BEGIN

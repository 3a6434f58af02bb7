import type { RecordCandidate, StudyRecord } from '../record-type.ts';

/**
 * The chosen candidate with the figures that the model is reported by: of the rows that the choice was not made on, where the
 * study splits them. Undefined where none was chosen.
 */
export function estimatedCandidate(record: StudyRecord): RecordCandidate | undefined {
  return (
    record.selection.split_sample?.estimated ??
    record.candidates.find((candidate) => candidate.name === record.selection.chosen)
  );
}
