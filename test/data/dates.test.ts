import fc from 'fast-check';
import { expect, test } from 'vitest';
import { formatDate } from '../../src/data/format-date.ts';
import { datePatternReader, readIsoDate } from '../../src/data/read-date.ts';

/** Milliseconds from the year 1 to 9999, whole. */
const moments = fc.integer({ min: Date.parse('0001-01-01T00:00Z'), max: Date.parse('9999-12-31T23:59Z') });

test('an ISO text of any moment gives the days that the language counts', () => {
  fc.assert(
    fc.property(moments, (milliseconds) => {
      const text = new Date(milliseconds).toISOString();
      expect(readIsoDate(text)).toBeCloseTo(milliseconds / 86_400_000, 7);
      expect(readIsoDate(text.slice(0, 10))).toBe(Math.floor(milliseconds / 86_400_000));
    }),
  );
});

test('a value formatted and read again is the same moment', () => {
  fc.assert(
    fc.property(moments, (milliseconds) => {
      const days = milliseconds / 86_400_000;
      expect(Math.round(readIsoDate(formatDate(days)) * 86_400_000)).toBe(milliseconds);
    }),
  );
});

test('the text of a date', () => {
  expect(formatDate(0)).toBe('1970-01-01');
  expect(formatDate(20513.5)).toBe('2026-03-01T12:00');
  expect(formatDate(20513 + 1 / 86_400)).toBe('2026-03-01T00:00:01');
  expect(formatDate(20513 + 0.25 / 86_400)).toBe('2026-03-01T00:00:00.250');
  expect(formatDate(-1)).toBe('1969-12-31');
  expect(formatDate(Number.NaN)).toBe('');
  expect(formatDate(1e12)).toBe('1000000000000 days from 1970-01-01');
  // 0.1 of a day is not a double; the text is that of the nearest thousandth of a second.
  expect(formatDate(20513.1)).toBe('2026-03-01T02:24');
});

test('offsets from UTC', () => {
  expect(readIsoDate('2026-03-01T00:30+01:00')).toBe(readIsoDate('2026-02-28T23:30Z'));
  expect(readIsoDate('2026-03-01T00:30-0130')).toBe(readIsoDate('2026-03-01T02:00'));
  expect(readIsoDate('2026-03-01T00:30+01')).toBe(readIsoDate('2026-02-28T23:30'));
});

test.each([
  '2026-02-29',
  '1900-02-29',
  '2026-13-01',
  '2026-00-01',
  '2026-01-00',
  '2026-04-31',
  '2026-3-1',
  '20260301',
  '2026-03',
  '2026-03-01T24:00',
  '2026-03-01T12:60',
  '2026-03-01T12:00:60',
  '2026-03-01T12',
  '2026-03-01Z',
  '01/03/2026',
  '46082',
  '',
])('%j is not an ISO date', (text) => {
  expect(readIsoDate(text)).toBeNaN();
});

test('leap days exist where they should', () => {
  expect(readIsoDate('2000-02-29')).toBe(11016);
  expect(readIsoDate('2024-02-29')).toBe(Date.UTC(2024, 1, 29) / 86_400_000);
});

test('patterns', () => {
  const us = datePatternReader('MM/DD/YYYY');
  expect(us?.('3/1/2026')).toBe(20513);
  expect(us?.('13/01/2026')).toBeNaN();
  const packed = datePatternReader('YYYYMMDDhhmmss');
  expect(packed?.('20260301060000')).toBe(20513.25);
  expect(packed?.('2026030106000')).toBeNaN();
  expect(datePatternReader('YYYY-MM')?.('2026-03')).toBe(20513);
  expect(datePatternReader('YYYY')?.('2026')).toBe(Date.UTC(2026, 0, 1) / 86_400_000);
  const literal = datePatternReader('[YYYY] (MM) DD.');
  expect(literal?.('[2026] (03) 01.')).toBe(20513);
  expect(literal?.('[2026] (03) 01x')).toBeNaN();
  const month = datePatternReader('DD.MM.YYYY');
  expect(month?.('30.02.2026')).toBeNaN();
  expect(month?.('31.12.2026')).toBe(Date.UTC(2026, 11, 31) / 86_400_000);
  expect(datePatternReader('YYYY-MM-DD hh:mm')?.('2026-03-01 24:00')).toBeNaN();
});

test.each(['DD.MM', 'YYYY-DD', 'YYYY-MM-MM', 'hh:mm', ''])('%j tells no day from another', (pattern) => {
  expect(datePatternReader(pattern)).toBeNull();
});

END

Reproduce all of the entries above verbatim.

WRITTEN ANSWER:
repository 3a6434f58af02bb7
import type { RecordCandidate, StudyRecord } from '../record-type.ts';

/**
 * The chosen candidate with the figures that the model is reported by: of the rows that the choice was not made on, where the
 * study splits them. Undefined where none was chosen.
 */
export function estimatedCandidate(record: StudyRecord): RecordCandidate | undefined {
  return (
    record.selection.split_sample?.estimated ??
    record.candidates.find((candidate) => candidate.name === record.selection.chosen)
  );
}
filename test/data/dates.test.ts
import fc from 'fast-check';
import { expect, test } from 'vitest';
import { formatDate } from '../../src/data/format-date.ts';
import { datePatternReader, readIsoDate } from '../../src/data/read-date.ts';

/** Milliseconds from the year 1 to 9999, whole. */
const moments = fc.integer({ min: Date.parse('0001-01-01T00:00Z'), max: Date.parse('9999-12-31T23:59Z') });

test('an ISO text of any moment gives the days that the language counts', () => {
  fc.assert(
    fc.property(moments, (milliseconds) => {
      const text = new Date(milliseconds).toISOString();
      expect(readIsoDate(text)).toBeCloseTo(milliseconds / 86_400_000, 7);
      expect(readIsoDate(text.slice(0, 10))).toBe(Math.floor(milliseconds / 86_400_000));
    }),
  );
});

test('a value formatted and read again is the same moment', () => {
  fc.assert(
    fc.property(moments, (milliseconds) => {
      const days = milliseconds / 86_400_000;
      expect(Math.round(readIsoDate(formatDate(days)) * 86_400_000)).toBe(milliseconds);
    }),
  );
});

test('the text of a date', () => {
  expect(formatDate(0)).toBe('1970-01-01');
  expect(formatDate(20513.5)).toBe('2026-03-01T12:00');
  expect(formatDate(20513 + 1 / 86_400)).toBe('2026-03-01T00:00:01');
  expect(formatDate(20513 + 0.25 / 86_400)).toBe('2026-03-01T00:00:00.250');
  expect(formatDate(-1)).toBe('1969-12-31');
  expect(formatDate(Number.NaN)).toBe('');
  expect(formatDate(1e12)).toBe('1000000000000 days from 1970-01-01');
  // 0.1 of a day is not a double; the text is that of the nearest thousandth of a second.
  expect(formatDate(20513.1)).toBe('2026-03-01T02:24');
});

test('offsets from UTC', () => {
  expect(readIsoDate('2026-03-01T00:30+01:00')).toBe(readIsoDate('2026-02-28T23:30Z'));
  expect(readIsoDate('2026-03-01T00:30-0130')).toBe(readIsoDate('2026-03-01T02:00'));
  expect(readIsoDate('2026-03-01T00:30+01')).toBe(readIsoDate('2026-02-28T23:30'));
});

test.each([
  '2026-02-29',
  '1900-02-29',
  '2026-13-01',
  '2026-00-01',
  '2026-01-00',
  '2026-04-31',
  '2026-3-1',
  '20260301',
  '2026-03',
  '2026-03-01T24:00',
  '2026-03-01T12:60',
  '2026-03-01T12:00:60',
  '2026-03-01T12',
  '2026-03-01Z',
  '01/03/2026',
  '46082',
  '',
])('%j is not an ISO date', (text) => {
  expect(readIsoDate(text)).toBeNaN();
});

test('leap days exist where they should', () => {
  expect(readIsoDate('2000-02-29')).toBe(11016);
  expect(readIsoDate('2024-02-29')).toBe(Date.UTC(2024, 1, 29) / 86_400_000);
});

test('patterns', () => {
  const us = datePatternReader('MM/DD/YYYY');
  expect(us?.('3/1/2026')).toBe(20513);
  expect(us?.('13/01/2026')).toBeNaN();
  const packed = datePatternReader('YYYYMMDDhhmmss');
  expect(packed?.('20260301060000')).toBe(20513.25);
  expect(packed?.('2026030106000')).toBeNaN();
  expect(datePatternReader('YYYY-MM')?.('2026-03')).toBe(20513);
  expect(datePatternReader('YYYY')?.('2026')).toBe(Date.UTC(2026, 0, 1) / 86_400_000);
  const literal = datePatternReader('[YYYY] (MM) DD.');
  expect(literal?.('[2026] (03) 01.')).toBe(20513);
  expect(literal?.('[2026] (03) 01x')).toBeNaN();
  const month = datePatternReader('DD.MM.YYYY');
  expect(month?.('30.02.2026')).toBeNaN();
  expect(month?.('31.12.2026')).toBe(Date.UTC(2026, 11, 31) / 86_400_000);
  expect(datePatternReader('YYYY-MM-DD hh:mm')?.('2026-03-01 24:00')).toBeNaN();
});

test.each(['DD.MM', 'YYYY-DD', 'YYYY-MM-MM', 'hh:mm', ''])('%j tells no day from another', (pattern) => {
  expect(datePatternReader(pattern)).toBeNull();
});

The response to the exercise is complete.